Relevance maps produced using four different models. All models use a randomly initiated UNet++ architecture. The type of augmentation and type of loss function used are shown in the columns. ObjAug denotes object-level augmentation, ImAug denotes image-level augmentation, and NoAug denotes that no augmentation was used. In the first and second columns, the images and ground truth, respectively, are shown. The values of the relevance maps are centered around 0.5 (black), which indicates no relevance. Full relevance is given a value of 1 (white), while inverse relevance is assigned a value of 0 (cyan).

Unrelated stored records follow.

// ctlWindowed reports m of w points in a row with the same non-zero class
// (side beyond a zone). A window fires at point i when class(i) ≠ 0 and at
// least m of the last w points (fewer at the start) share it; overlapping
// firings on the same side join into one signal.
func ctlWindowed(out []Signal, code []uint8, rule string, m, w int, edge uint8) []Signal {
	n := len(code)
	cnt := [3]int{}         // counts of −1, 0, +1 in the window
	ring := make([]int8, w) // the window's classes, point i at r = i mod w
	open := -1              // index in out of the signal still open
	r := 0
	for i := 0; i < n; i++ {
		c := ctlClass(code[i], edge)
		if i >= w {
			cnt[ring[r]+1]--
		}
		ring[r] = int8(c)
		if r++; r == w {
			r = 0
		}
		cnt[c+1]++
		if c == 0 || cnt[c+1] < m {
			continue
		}
		lo := max(0, i-w+1)
		if open >= 0 && out[open].Side == c && out[open].Last >= lo {
			sg := &out[open]
			for j := sg.Last + 1; j <= i; j++ {
				if ctlClass(code[j], edge) == c {
					sg.Points = append(sg.Points, j)
				}
			}
			sg.Last = i
			continue
		}
		var pts []int
		for j := lo; j <= i; j++ {
			if ctlClass(code[j], edge) == c {
				pts = append(pts, j)
			}
		}
		out = append(out, Signal{Rule: rule, Side: c, First: pts[0], Last: i, Points: pts})
		open = len(out) - 1
	}
	return out
}

// ctlRuns reports maximal runs of at least minLen points with the same
// non-zero class. With bothSides, the class is a side (±1) and a run is
// any stretch of non-zero classes that holds both signs.
func ctlRuns(out []Signal, code []uint8, rule string, minLen int, what uint8, bothSides bool) []Signal {
	n := len(code)
	start, cur := 0, 0
	seen := [2]bool{}
	flush := func(end int) {
		if cur == 0 || end-start+1 < minLen {
			return
		}
		side := cur
		if bothSides {
			if !(seen[0] && seen[1]) {
				return
			}
			side = 0
		}
		if side == 2 {
			side = 0
		}
		out = append(out, Signal{Rule: rule, Side: side, First: start, Last: end})
	}
	for i := 0; i < n; i++ {
		c := ctlClass(code[i], what)
		same := c == cur
		if bothSides {
			same = (c != 0) == (cur != 0)
		}
		if !same {
			flush(i - 1)
			start, cur, seen = i, c, [2]bool{}
		}
		if bothSides && c != 0 {
			cur = 1
			if c > 0 {
				seen[1] = true
			} else {
				seen[0] = true
			}
		}
	}
	flush(n - 1)
	return out
}

// ctlSteps reports maximal stretches of points whose steps all go the same
// way (trend: every step up, or every step down) or alternate (every step
// the opposite of the one before); a zero step ends a stretch. A stretch
// of p points has p − 1 steps.
func ctlSteps(out []Signal, x []float64, rule string, minPts int, alternate bool) []Signal {
	n := len(x)
	if n < 2 {
		return out
	}
	step := func(j int) int { // step from x[j-1] to x[j]
		switch {
		case x[j] > x[j-1]:
			return 1
		case x[j] < x[j-1]:
			return -1
		}
		return 0
	}
	start := 0 // first point of the current stretch
	prev := 0  // previous step
	flush := func(last int) {
		if prev != 0 && last-start+1 >= minPts {
			side := 0
			if !alternate {
				side = prev
			}
			out = append(out, Signal{Rule: rule, Side: side, First: start, Last: last})
		}
	}
	for j := 1; j < n; j++ {
		d := step(j)
		cont := d != 0 && prev != 0 && ((!alternate && d == prev) || (alternate && d == -prev))
		if !cont {
			flush(j - 1)
			start = j - 1
			if d == 0 {
				start = j
			}
		}
		prev = d
	}
	flush(n - 1)
	return out
}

We believe that our proposed model can be used for segmenting PMSE from EISCAT VHF data across a much wider range of days from different years of the solar cycle. In the near future, the model proposed in this paper can be used to extract PMSE samples from a potentially large dataset of EISCAT observations. The results of the segmentation can be useful for further in-depth analysis of PMSE and other phenomena pertaining to the upper atmosphere.
7. Conclusions
In this paper, we investigate the possibility of employing fully convolutional networks such as UNET and UNET++ for segmenting PMSE from EISCAT image data. For this, first, we perform a number of experiments to find suitable weights and hyperparameters for training the models: i.e., UNET and UNET++. Second, we perform experiments to investigate different loss functions that can be employed for segmenting PMSE from image data. Our results indicate that a UNet++ model with randomly initiated weights and a combined loss function (Dice and BCE) performs better as compared to the other models and loss functions used in this paper. Third, as the number of PMSE samples is relatively small, we test image-level and object-level augmentation techniques to improve the generalizability of the segmentation model. Fourth, we briefly outline our findings by visualizing relevance maps using layerwise relevance propagation. Our results imply that for our task, the use of data augmentation during training can perhaps lead to better generalization.
Author Contributions
Conceptualization, P.S.; Methodology, E.S.D.; Software, E.S.D.; Investigation, E.S.D., P.S. and I.M.; Writing—original draft, E.S.D. and P.S.; Writing—review & editing, P.S. and I.M.; Visualization, E.S.D.; Supervision, P.S. and I.M. All authors have read and agreed to the published version of the manuscript.
Funding
This work was carried out within a project funded by Research Council of Norway, NFR 275503. The Norwegian participation in EISCAT and EISCAT3D is funded by Research Council of Norway, through research infrastructure grant 245683. The EISCAT International Association is supported by research organizations in Norway (NFR), Sweden (VR), Finland (SA), Japan (NIPR and STEL), China (CRIPR), and the United Kingdom (NERC).
Data Availability Statement
EISCAT VHF and UHF data are available under http://www.eiscat.se/madrigal/ (accessed on 28 August 2023).
Conflicts of Interest
The authors declare no conflict of interest.